Synthesis: Although the elements of magical realism do not crop up in the works of Jane Austen, many similar themes are expressed. The girls in this novel also experience tremendous loss, though of a different nature, and Austen's description of them reads like a less-fantastical description of the wedding guests: "They gave themselves up wholly to their sorrow, seeking increase of wretchedness in every reflection that could afford it, and resolved against ever admitting consolation in future" (p. 17). This comes after the loss of their father and an extreme change in their fortunes, also involving a tyrannical female figure that robs them of their rightful freedoms, and several plots of thwarted or misunderstood love. Both novels deal with the destructive powers that love can have when not properly applied or allowed.
Dialectic Journal #2
Quote: "As Tita was answering this question, saying that her secret was to prepare the mole with a lot of love, Pedro happened to be nearby" (p. 79).
Paraphrase/Context: In this quote, Tita was attempting to explain what it is that makes her cooking good, which is her emotions, which is especially provocative in this instance because Pedro is near her at the mention of the word "love." Mama Elena also sees the look that the two share, and suspects that there is something going on between them. The meal that Tita is preparing contains a rose that was given to her by Pedro, so it contains the secret love between them. This ends up being so intense that Gertrudis sets the shower on fire with her passion.

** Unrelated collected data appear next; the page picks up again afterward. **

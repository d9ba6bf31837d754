package sim

import (
	"math"
	"math/rand/v2"

	"gonum.org/v1/gonum/spatial/r3"
)

// Measurement is one sample as the tracker delivered it.
type Measurement struct {
	Track   string  // "operator/hand"
	T       float64 // source time: the frame's time, seconds
	Arrival float64 // when it arrived (T plus latency), seconds on the same axis
	P       r3.Vec  // measured position, metres, cell frame
	Truth   r3.Vec  // true position at T (tremor included), metres
	Outlier bool    // P is an outlier, not Truth plus noise

	ti int // track index, for ordering
}

// Counts are what happened to the frames of one track (or of all tracks).
type Counts struct {
	Frames    int // frames in the run
	Delivered int // samples delivered
	Lost      int // frames inside a planted tracking loss
	Occluded  int // frames with the hand inside an occluder (and not lost)
	Dropped   int // frames dropped at random (and neither lost nor occluded)
	Outliers  int // delivered samples that are outliers
	// LatencySum and LatencySq sum the delays (Arrival − T) of delivered
	// samples and their squares, seconds and s².
	LatencySum, LatencySq float64
}

func (c *Counts) add(o Counts) {
	c.Frames += o.Frames
	c.Delivered += o.Delivered
	c.Lost += o.Lost
	c.Occluded += o.Occluded
	c.Dropped += o.Dropped
	c.Outliers += o.Outliers
	c.LatencySum += o.LatencySum
	c.LatencySq += o.LatencySq
}

// LossWindow is a planted tracking loss of one track as it fell in a run:
// no sample with source time in [Start, End).
type LossWindow struct {
	Track      string
	Start, End float64
}

// Run is one simulated run of a scenario. Next streams its measurements in
// arrival order; the ground truth (Actions, Losses, Position, Truth) is
// available at any time and does not disturb the stream.
type Run struct {
	Seed  uint64
	Index int

	sc       *Scenario
	plans    []*trackPlan
	sensors  []sensorState
	actions  []Action
	losses   []LossWindow
	duration float64
	nFrames  int
	frame    int
	heap     []Measurement
	counts   []Counts
}

// sensorState is the per-track state of the sensor effects.
type sensorState struct {
	rng         *rand.Rand
	cursor      int
	inGap       bool
	lastArrival float64
	losses      []LossWindow
}

// Run starts run 0 of the scenario with the given seed.
func (sc *Scenario) Run(seed uint64) *Run { return sc.RunN(seed, 0) }

// RunN starts run number index (from 0) of a series of randomised runs with
// the given seed. Each (seed, index) gives the same run every time.
func (sc *Scenario) RunN(seed uint64, index int) *Run {
	r := &Run{Seed: seed, Index: index, sc: sc}
	var end float64
	for oi, op := range sc.operators {
		p := &planner{sc: sc, op: op, rng: newStream(seed, index, streamMotion, uint64(oi)),
			body: op.at, heading: op.heading}
		p.body.Z = 0
		p.hands = make([]r3.Vec, len(op.hands))
		p.handEnd = make([]float64, len(op.hands))
		p.segs = make([][]segment, len(op.hands))
		for h, hd := range op.hands {
			p.hands[h] = bodyToCell(p.body, p.heading, hd.rest)
		}
		end = math.Max(end, p.run())
		r.actions = append(r.actions, p.actions...)
		for h := range op.hands {
			// hold the last position for ever
			p.segs[h] = append(p.segs[h], &holdSeg{p.handEnd[h], math.Inf(1), p.hands[h]})
			tp := &trackPlan{name: p.track(h), op: oi, segs: p.segs[h]}
			tp.starts = make([]float64, len(tp.segs))
			for i, s := range tp.segs {
				tp.starts[i], _ = s.span()
			}
			tp.starts[0] = math.Inf(-1) // the first segment also covers earlier times
			tp.tremor = newTremor(sc.Tremor, newStream(seed, index, streamTremor, uint64(len(r.plans))))
			r.plans = append(r.plans, tp)
		}
	}
	r.duration = sc.Duration
	if r.duration == 0 {
		r.duration = end + sc.Tail
	}
	rate := sc.Sensor.Rate
	if !(rate > 0) {
		rate = DefaultSensor.Rate
	}
	r.nFrames = int(math.Floor(r.duration*rate+1e-9)) + 1

	r.sensors = make([]sensorState, len(r.plans))
	r.counts = make([]Counts, len(r.plans))
	for i := range r.sensors {
		r.sensors[i].rng = newStream(seed, index, streamSensor, uint64(i))
	}
	lrng := newStream(seed, index, streamLoss, 0)
	for _, l := range sc.Sensor.Losses {
		at := l.At.draw(lrng)
		dur := l.Duration.draw(lrng)
		for i, tp := range r.plans {
			if l.Track == "" || l.Track == tp.name || l.Track == sc.operators[tp.op].name {
				w := LossWindow{Track: tp.name, Start: at, End: at + dur}
				r.sensors[i].losses = append(r.sensors[i].losses, w)
				r.losses = append(r.losses, w)
			}
		}
	}
	return r
}

func newTremor(t Tremor, rng *rand.Rand) tremor {
	tr := tremor{amp: t.RMS / math.Sqrt(1.5)}
	for a := range 3 {
		for k := range 3 {
			tr.freq[a][k] = 2 * math.Pi * (t.Lo + rng.Float64()*(t.Hi-t.Lo))
			tr.phase[a][k] = 2 * math.Pi * rng.Float64()
		}
	}
	return tr
}

// Duration is the run's length in seconds: frames are at k/rate for
// k = 0 … Frames()−1, all within [0, Duration].
func (r *Run) Duration() float64 { return r.duration }

// Frames is the number of frames of the run.
func (r *Run) Frames() int { return r.nFrames }

// Tracks lists the run's tracks ("operator/hand") in scenario order.
func (r *Run) Tracks() []string {
	out := make([]string, len(r.plans))
	for i, tp := range r.plans {
		out[i] = tp.name
	}
	return out
}

// Actions lists every movement as performed, operator by operator, in
// timeline order.
func (r *Run) Actions() []Action { return append([]Action(nil), r.actions...) }

// Losses lists the planted tracking losses as they fell in this run.
func (r *Run) Losses() []LossWindow { return append([]LossWindow(nil), r.losses...) }

// Position returns the true position (tremor included) of a track at time
// t; false for an unknown track.
func (r *Run) Position(track string, t float64) (r3.Vec, bool) {
	for _, tp := range r.plans {
		if tp.name == track {
			return tp.position(t, nil), true
		}
	}
	return r3.Vec{}, false
}

// Counts returns what happened to the frames so far, per track in Tracks
// order, and in total.
func (r *Run) Counts() (perTrack []Counts, total Counts) {
	perTrack = append([]Counts(nil), r.counts...)
	for _, c := range perTrack {
		total.add(c)
	}
	return perTrack, total
}

func (r *Run) frameTime(k int) float64 {
	rate := r.sc.Sensor.Rate
	if !(rate > 0) {
		rate = DefaultSensor.Rate
	}
	return float64(k) / rate
}

// Next returns the next measurement in arrival order (ties: source time,
// then track order), and false after the last one. It allocates nothing.
func (r *Run) Next() (Measurement, bool) {
	for {
		if len(r.heap) > 0 && (r.frame >= r.nFrames || r.heap[0].Arrival <= r.frameTime(r.frame)) {
			return r.pop(), true
		}
		if r.frame >= r.nFrames {
			return Measurement{}, false
		}
		r.genFrame()
	}
}

// genFrame simulates frame r.frame for every track. Each track draws the
// same random numbers every frame whatever happens to the frame, so that
// one effect never shifts the draws of another.
func (r *Run) genFrame() {
	t := r.frameTime(r.frame)
	r.frame++
	s := &r.sc.Sensor
	rate := s.Rate
	if !(rate > 0) {
		rate = DefaultSensor.Rate
	}
	// Dropout chain: enter a gap with probability p, leave it with q, so
	// that the stationary loss fraction is p/(p+q) = f and the mean gap is
	// 1/q frames. A gap shorter than f/(1−f) frames cannot reach f: the
	// gap is lengthened then.
	f := s.DropFraction
	var p, q float64
	if f > 0 {
		q = 1 / math.Max(1, s.DropGap*rate)
		q = math.Min(q, (1-f)/f)
		p = f * q / (1 - f)
	}
	for i, tp := range r.plans {
		ss := &r.sensors[i]
		c := &r.counts[i]
		rng := ss.rng
		truth := tp.position(t, &ss.cursor)
		nx, ny, nz := rng.NormFloat64(), rng.NormFloat64(), rng.NormFloat64()
		lat := rng.NormFloat64()
		uDrop := rng.Float64()
		uOut := rng.Float64()
		ox, oy, oz := rng.NormFloat64(), rng.NormFloat64(), rng.NormFloat64()

		if r.frame == 1 {
			ss.inGap = f > 0 && uDrop < f
		} else if ss.inGap {
			ss.inGap = uDrop >= q
		} else {
			ss.inGap = uDrop < p
		}
		c.Frames++
		if lost(ss.losses, t) {
			c.Lost++
			continue
		}
		if occluded(s.Occluders, truth) {
			c.Occluded++
			continue
		}
		if ss.inGap {
			c.Dropped++
			continue
		}
		m := Measurement{Track: tp.name, T: t, Truth: truth, ti: i}
		if uOut < s.OutlierRate {
			dir := r3.Vec{X: ox, Y: oy, Z: oz}
			n := r3.Norm(dir)
			if n < 1e-12 {
				dir, n = r3.Vec{X: 1}, 1
			}
			m.P = r3.Add(truth, r3.Scale(s.OutlierSize/n, dir))
			m.Outlier = true
			c.Outliers++
		} else {
			m.P = r3.Vec{X: truth.X + s.Noise*nx, Y: truth.Y + s.Noise*ny, Z: truth.Z + s.Noise*nz}
		}
		d := math.Max(0, s.Latency+s.Jitter*lat)
		m.Arrival = t + d
		if s.InOrder && m.Arrival < ss.lastArrival {
			m.Arrival = ss.lastArrival
		}
		ss.lastArrival = m.Arrival
		d = m.Arrival - t
		c.Delivered++
		c.LatencySum += d
		c.LatencySq += d * d
		r.push(m)
	}
}

func lost(ws []LossWindow, t float64) bool {
	for _, w := range ws {
		if t >= w.Start && t < w.End {
			return true
		}
	}
	return false
}

func occluded(os []Occluder, p r3.Vec) bool {
	for _, o := range os {
		if o.Shape.Contains(p) {
			return true
		}
	}
	return false
}

// The heap of pending measurements, ordered by arrival, source time, track.

func less(a, b *Measurement) bool {
	if a.Arrival != b.Arrival {
		return a.Arrival < b.Arrival
	}
	if a.T != b.T {
		return a.T < b.T
	}
	return a.ti < b.ti
}

func (r *Run) push(m Measurement) {
	h := append(r.heap, m)
	i := len(h) - 1
	for i > 0 {
		parent := (i - 1) / 2
		if !less(&h[i], &h[parent]) {
			break
		}
		h[i], h[parent] = h[parent], h[i]
		i = parent
	}
	r.heap = h
}

func (r *Run) pop() Measurement {
	h := r.heap
	top := h[0]
	n := len(h) - 1
	h[0] = h[n]
	h = h[:n]
	i := 0
	for {
		l := 2*i + 1
		if l >= n {
			break
		}
		m := l
		if rr := l + 1; rr < n && less(&h[rr], &h[l]) {
			m = rr
		}
		if !less(&h[m], &h[i]) {
			break
		}
		h[i], h[m] = h[m], h[i]
		i = m
	}
	r.heap = h
	return top
}
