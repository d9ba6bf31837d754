// Package safety holds the standards' distance formulas (ISO 13855 minimum
// distance, ISO/TS 15066 protective separation distance), zone-margin sizing
// from measured forecast error, and the advisory-only notice that every live
// command, payload and report carries.
package safety

// Notice is the full safety notice printed by live commands and reports.
const Notice = `SAFETY NOTICE: forereach is ADVISORY ONLY. Its forecasts and slow-down
requests are not a protective function and must never be relied on to protect
people. Protective functions belong to certified safety hardware and
safety-rated controllers designed to the applicable standards (ISO 10218-1/-2,
ISO 13849-1, IEC 62061, ISO 13855, ISO/TS 15066) and to a risk assessment by
qualified people; local codes prevail.`

// Short is the one-line statement carried in every advisory payload.
const Short = "advisory only: not a protective function; safety relies on certified safety-rated equipment and a risk assessment"
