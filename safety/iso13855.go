package safety

import (
	"errors"
	"fmt"
	"math"
)

// Constants of the ISO 13855:2010 minimum-distance formula for a detection
// zone orthogonal to the direction of approach, in metres and seconds.
// (Subclause numbers below are from memory of ISO 13855:2010: the general
// formula S = K·T + C is clause 5; the orthogonal detection zone with
// detection capability d <= 40 mm is 6.2.3.)
const (
	// HandSpeed is the approach speed K = 2000 mm/s used first.
	HandSpeed = 2.0
	// WalkingSpeed is the approach speed K = 1600 mm/s used when the first
	// result exceeds 500 mm; it is also the approach speed of the human body
	// that ISO/TS 15066 takes from ISO 13855 when no other value is used.
	WalkingSpeed = 1.6
	// RecalcAbove is the distance above which S is recalculated with
	// WalkingSpeed (500 mm), and the floor of the recalculated result.
	RecalcAbove = 0.5
	// MinimumS is the smallest minimum distance the formula gives (100 mm).
	MinimumS = 0.1
	// MaxDetectionCapability is the largest detection capability d within
	// the scope of this formula (40 mm); beyond it the standard uses other
	// formulas (not implemented here).
	MaxDetectionCapability = 0.040
	// fingerD is the detection capability (14 mm) at which the intrusion
	// distance C = 8·(d − 14 mm) is zero.
	fingerD = 0.014
)

// MinimumDistance is the result of the ISO 13855:2010 minimum-distance
// formula. Every length is in metres, every speed in m/s.
type MinimumDistance struct {
	S float64 // minimum distance from the detection zone to the hazard
	K float64 // approach speed used: HandSpeed or WalkingSpeed
	C float64 // intrusion distance 8·(d − 14 mm), never negative
	// Raised is true when S was raised to a floor of the formula
	// (RecalcAbove after recalculation, or MinimumS).
	Raised bool
}

// ErrOutOfScope is returned for a detection capability above 40 mm, which the
// orthogonal formula for d <= 40 mm does not cover.
var ErrOutOfScope = errors.New("detection capability above 40 mm is outside the scope of S = K·T + 8·(d − 14 mm)")

// MinDistanceOrthogonal computes the ISO 13855:2010 minimum distance S for an
// electro-sensitive detection zone orthogonal to the direction of approach,
// with detection capability d <= 40 mm:
//
//	S = K·T + C,  C = 8·(d − 14 mm) (not less than 0)
//	K = 2000 mm/s; if S > 500 mm, recalculate with K = 1600 mm/s, and then
//	S is not less than 500 mm; in every case S is not less than 100 mm.
//
// T is the overall system stopping performance in seconds (detection,
// controller response and machine stopping time, >= 0); d is the detection
// capability in metres (0 < d <= 0.040). The result is in metres.
func MinDistanceOrthogonal(T, d float64) (MinimumDistance, error) {
	if math.IsNaN(T) || math.IsInf(T, 0) || T < 0 {
		return MinimumDistance{}, fmt.Errorf("stopping performance T = %v s: must be finite and >= 0", T)
	}
	if math.IsNaN(d) || math.IsInf(d, 0) || d <= 0 {
		return MinimumDistance{}, fmt.Errorf("detection capability d = %v m: must be finite and > 0", d)
	}
	if d > MaxDetectionCapability {
		return MinimumDistance{}, fmt.Errorf("detection capability d = %g mm: %w", d*1000, ErrOutOfScope)
	}
	c := math.Max(0, 8*(d-fingerD))
	r := MinimumDistance{K: HandSpeed, C: c, S: HandSpeed*T + c}
	if r.S > RecalcAbove {
		r.K = WalkingSpeed
		r.S = WalkingSpeed*T + c
		if r.S < RecalcAbove {
			r.S, r.Raised = RecalcAbove, true
		}
	}
	if r.S < MinimumS {
		r.S, r.Raised = MinimumS, true
	}
	return r, nil
}
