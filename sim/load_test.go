package sim

import (
	"errors"
	"math"
	"os"
	"path/filepath"
	"strings"
	"testing"

	"gonum.org/v1/gonum/spatial/r3"

	"forereach/zones"
)

// Bad scenarios give errors naming file:line:column, the field and what is
// wrong; every problem is reported, not only the first.
func TestLoadErrors(t *testing.T) {
	const op = "operators:\n  - name: op1\n    at: [0, 0]\n    timeline:\n"
	cases := []struct {
		name string
		src  string
		want []string
	}{
		{"unknown top key", "scenarios: x\n" + op + "      - pause: 1s\n",
			[]string{`test.yaml:1:1: scenarios: unknown key (want one of cell, duration, fitts, operators, scenario, seed, sensor, stations, tail, tremor, units)`}},
		{"duration without unit", "duration: 10\n" + op + "      - pause: 1s\n",
			[]string{`test.yaml:1:11: duration: a duration needs a unit: write e.g. 10s or 10ms`}},
		{"negative noise", "sensor:\n  noise: -0.1\n" + op + "      - pause: 1s\n",
			[]string{`test.yaml:2:10: sensor.noise: must be in [0, 1] m, got -0.1 m`}},
		{"rate NaN", "sensor:\n  rate: .nan\n" + op + "      - pause: 1s\n",
			[]string{`test.yaml:2:9: sensor.rate: want a finite number, got ".nan"`}},
		{"unknown station", op + "      - reach: {hand: right, to: infeed}\n",
			[]string{`test.yaml:5:34: operators[0] "op1".timeline[0].reach.to: unknown station "infeed" (no stations are defined (give -c CELL.yaml, or a stations section))`}},
		{"unknown hand", op + "      - reach: {hand: third, to: rest}\n",
			[]string{`test.yaml:5:23: operators[0] "op1".timeline[0].reach.hand: operator "op1" has no hand "third" (hands: left, right)`}},
		{"two primitives", op + "      - pause: 1s\n        reach: {hand: right, to: rest}\n",
			[]string{`test.yaml:5:9: operators[0] "op1".timeline[0]: want exactly one of walk, reach, sweep, pick_place, pause; got 2`}},
		{"range reversed", op + "      - pause: [2s, 1s]\n",
			[]string{`test.yaml:5:16: operators[0] "op1".timeline[0].pause: range [low, high] has low > high`}},
		{"duration and width", op + "      - reach: {hand: right, to: rest, duration: 1s, width: 0.02}\n",
			[]string{`operators[0] "op1".timeline[0].reach.width: give duration or width (Fitts' law), not both`}},
		{"walk to rest", op + "      - walk: {to: rest}\n",
			[]string{`test.yaml:5:20: operators[0] "op1".timeline[0].walk.to: "rest" is a hand's position`}},
		{"point of two", op + "      - reach: {hand: right, to: [1, 2]}\n",
			[]string{`test.yaml:5:34: operators[0] "op1".timeline[0].reach.to: want a point [x, y, z], got a list`}},
		{"bad operator name", "operators:\n  - name: op/1\n    at: [0, 0]\n    timeline:\n      - pause: 1s\n",
			[]string{`test.yaml:2:5: operators[0] "op/1".name: "op/1": an operator's name is letters, digits`}},
		{"no operators", "scenario: x\n",
			[]string{`test.yaml:1:1: operators: missing: a scenario needs at least one operator`}},
		{"parallel walk", op + "      - pause: 1s\n      - parallel: true\n        walk: {to: [1, 1]}\n",
			[]string{`test.yaml:6:9: operators[0] "op1".timeline[1].parallel: a walk moves the whole operator and cannot run in parallel`}},
		{"same hand in parallel", op + "      - reach: {hand: right, to: rest, duration: 1s}\n      - parallel: true\n        reach: {hand: right, to: rest, duration: 1s}\n",
			[]string{`operators[0] "op1".timeline[1].hand: hand "right" is already moved by the step it runs in parallel with`}},
		{"loss of unknown track", "sensor:\n  losses:\n    - {track: op9, at: 1s, duration: 1s}\n" + op + "      - pause: 1s\n",
			[]string{`test.yaml:3:7: sensor.losses[0].track: no track or operator "op9" in the scenario`}},
		{"key twice", "seed: 1\nseed: 2\n" + op + "      - pause: 1s\n",
			[]string{`test.yaml:2:1: seed: given twice`}},
		{"yaml syntax", "operators: [\n",
			[]string{`test.yaml:1: YAML: did not find expected node content`}},
		{"two documents", op + "      - pause: 1s\n---\nseed: 2\n",
			[]string{`a scenario is one YAML document; found a second`}},
		{"not a mapping", "- 1\n- 2\n",
			[]string{`test.yaml:1:1: a scenario is a mapping (scenario:, operators:, ...), got a list`}},
		{"empty", "", []string{`test.yaml:1: empty file: not a scenario`}},
		{"several problems", "seed: -1\nsensor:\n  rate: 0\n" + op + "      - pause: -1s\n",
			[]string{`test.yaml:1:7: seed: must be >= 0`, `test.yaml:3:9: sensor.rate: must be in [1, 10000], got 0`,
				`test.yaml:8:16: operators[0] "op1".timeline[0].pause: must be in [0, 86400] s, got -1 s`}},
		{"too many moves", op + "      - pick_place: {hand: right, from: rest, to: rest, cycles: 250000, duration: 1s}\n      - pick_place: {hand: right, from: rest, to: rest, cycles: 250000, duration: 1s}\n",
			[]string{`operators: the timelines add up to 2000000 movements, more than 1000000`}},
		{"aliases", "a: &a [1, 2]\n", []string{`test.yaml:1:1: a: unknown key`}},
	}
	for _, c := range cases {
		t.Run(c.name, func(t *testing.T) {
			sc, err := Load(strings.NewReader(c.src), "test.yaml", nil)
			if err == nil {
				t.Fatalf("no error; scenario %+v", sc)
			}
			if sc != nil {
				t.Errorf("a scenario returned with the error")
			}
			var ce *zones.ConfigErrors
			if !errors.As(err, &ce) {
				t.Errorf("error %T, want *zones.ConfigErrors", err)
			}
			for _, w := range c.want {
				if !strings.Contains(err.Error(), w) {
					t.Errorf("error\n%v\ndoes not contain\n%s", err, w)
				}
			}
		})
	}
}

// The scenario's cell must match the cell configuration it runs in.
func TestLoadCellMismatch(t *testing.T) {
	cell := &zones.Config{Cell: "pl2-wrapper"}
	_, err := Load(strings.NewReader("cell: pl3-palletiser\noperators:\n  - name: a\n    at: [0, 0]\n    timeline:\n      - pause: 1s\n"), "s.yaml", cell)
	if err == nil || !strings.Contains(err.Error(), `s.yaml:1:7: cell: the scenario is for cell "pl3-palletiser", the cell configuration is "pl2-wrapper"`) {
		t.Errorf("error %v", err)
	}
}

// Units: a scenario in millimetres gives the same run as in metres.
func TestLoadUnits(t *testing.T) {
	m := load(t, `
tremor: {rms: 0}
stations: [{name: s, at: [0.5, 0.2, 1.0]}]
operators:
  - name: op1
    at: [0.1, 0]
    timeline:
      - walk: {to: [1.1, 0], speed: 1.0, standoff: 0.2}
      - reach: {hand: right, to: s, spread: 0.01, lift: 0.05, width: 0.02}
`)
	mm := load(t, `
units: mm
tremor: {rms: 0.0}
stations: [{name: s, at: [500, 200, 1000]}]
operators:
  - name: op1
    at: [100, 0]
    timeline:
      - walk: {to: [1100, 0], speed: 1000, standoff: 200}
      - reach: {hand: right, to: s, spread: 10, lift: 50, width: 20}
`)
	a, b := m.Run(5).Actions(), mm.Run(5).Actions()
	if len(a) != len(b) {
		t.Fatalf("%d and %d actions", len(a), len(b))
	}
	for i := range a {
		if math.Abs(a[i].End-b[i].End) > 1e-9 || r3.Norm(r3.Sub(a[i].To, b[i].To)) > 1e-9 {
			t.Errorf("action %d: m %+v, mm %+v", i, a[i], b[i])
		}
	}
}

// Every example scenario loads in the example cell and runs.
func TestExampleScenarios(t *testing.T) {
	paths, err := filepath.Glob(filepath.Join("..", "testdata", "scenarios", "*.yaml"))
	if err != nil || len(paths) == 0 {
		t.Fatalf("no example scenarios: %v", err)
	}
	for _, p := range paths {
		sc := loadFile(t, filepath.Base(p))
		if _, ok := exampleCells[sc.Cell]; !ok {
			t.Errorf("%s: cell %q is not one of the example cells", p, sc.Cell)
		}
		r := sc.Run(sc.Seed)
		n := 0
		for {
			if _, ok := r.Next(); !ok {
				break
			}
			n++
		}
		if n == 0 {
			t.Errorf("%s: no samples", p)
		}
	}
}

// The scenario reference in the package documentation (doc.go) is a
// scenario that loads in the example cell.
func TestDocExampleLoads(t *testing.T) {
	b, err := os.ReadFile("doc.go")
	if err != nil {
		t.Fatal(err)
	}
	var src []string
	in := false
	for _, l := range strings.Split(string(b), "\n") {
		if strings.HasPrefix(l, "//\tscenario: demo") {
			in = true
		}
		if in {
			if !strings.HasPrefix(l, "//\t") {
				break
			}
			src = append(src, strings.TrimPrefix(l, "//\t"))
		}
	}
	if len(src) < 40 {
		t.Fatalf("found %d lines of the reference in doc.go", len(src))
	}
	sc, err := Load(strings.NewReader(strings.Join(src, "\n")), "doc.go example", exampleCell(t))
	if err != nil {
		t.Fatal(err)
	}
	acts := sc.Run(1).Actions()
	if n := 1 + 2 + 1 + 12 + 1 + 2; len(acts) != n { // walk, 2 reaches, sweep, 3 cycles × 4, pause, jab + parallel
		t.Errorf("%d actions, want %d", len(acts), n)
	}
}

Analysis: The love that Tita's meal contains is not translated as sorrow, as was the case with the wedding cake, but instead it is the intensity of subdued love and passion, represented by the rose that Pedro has given her and which she includes in her food. The wedding cake shows the destructive power of unrequited love, and this meal shows the destructive intensity of unfulfilled love when Gerturdis sets the shower on fire. The magical realism of the novel continues further when her scent becomes so powerful that it attracts a soldier to her, whom she rides away with naked. Beyond being destructive, love is also disruptive in the novel.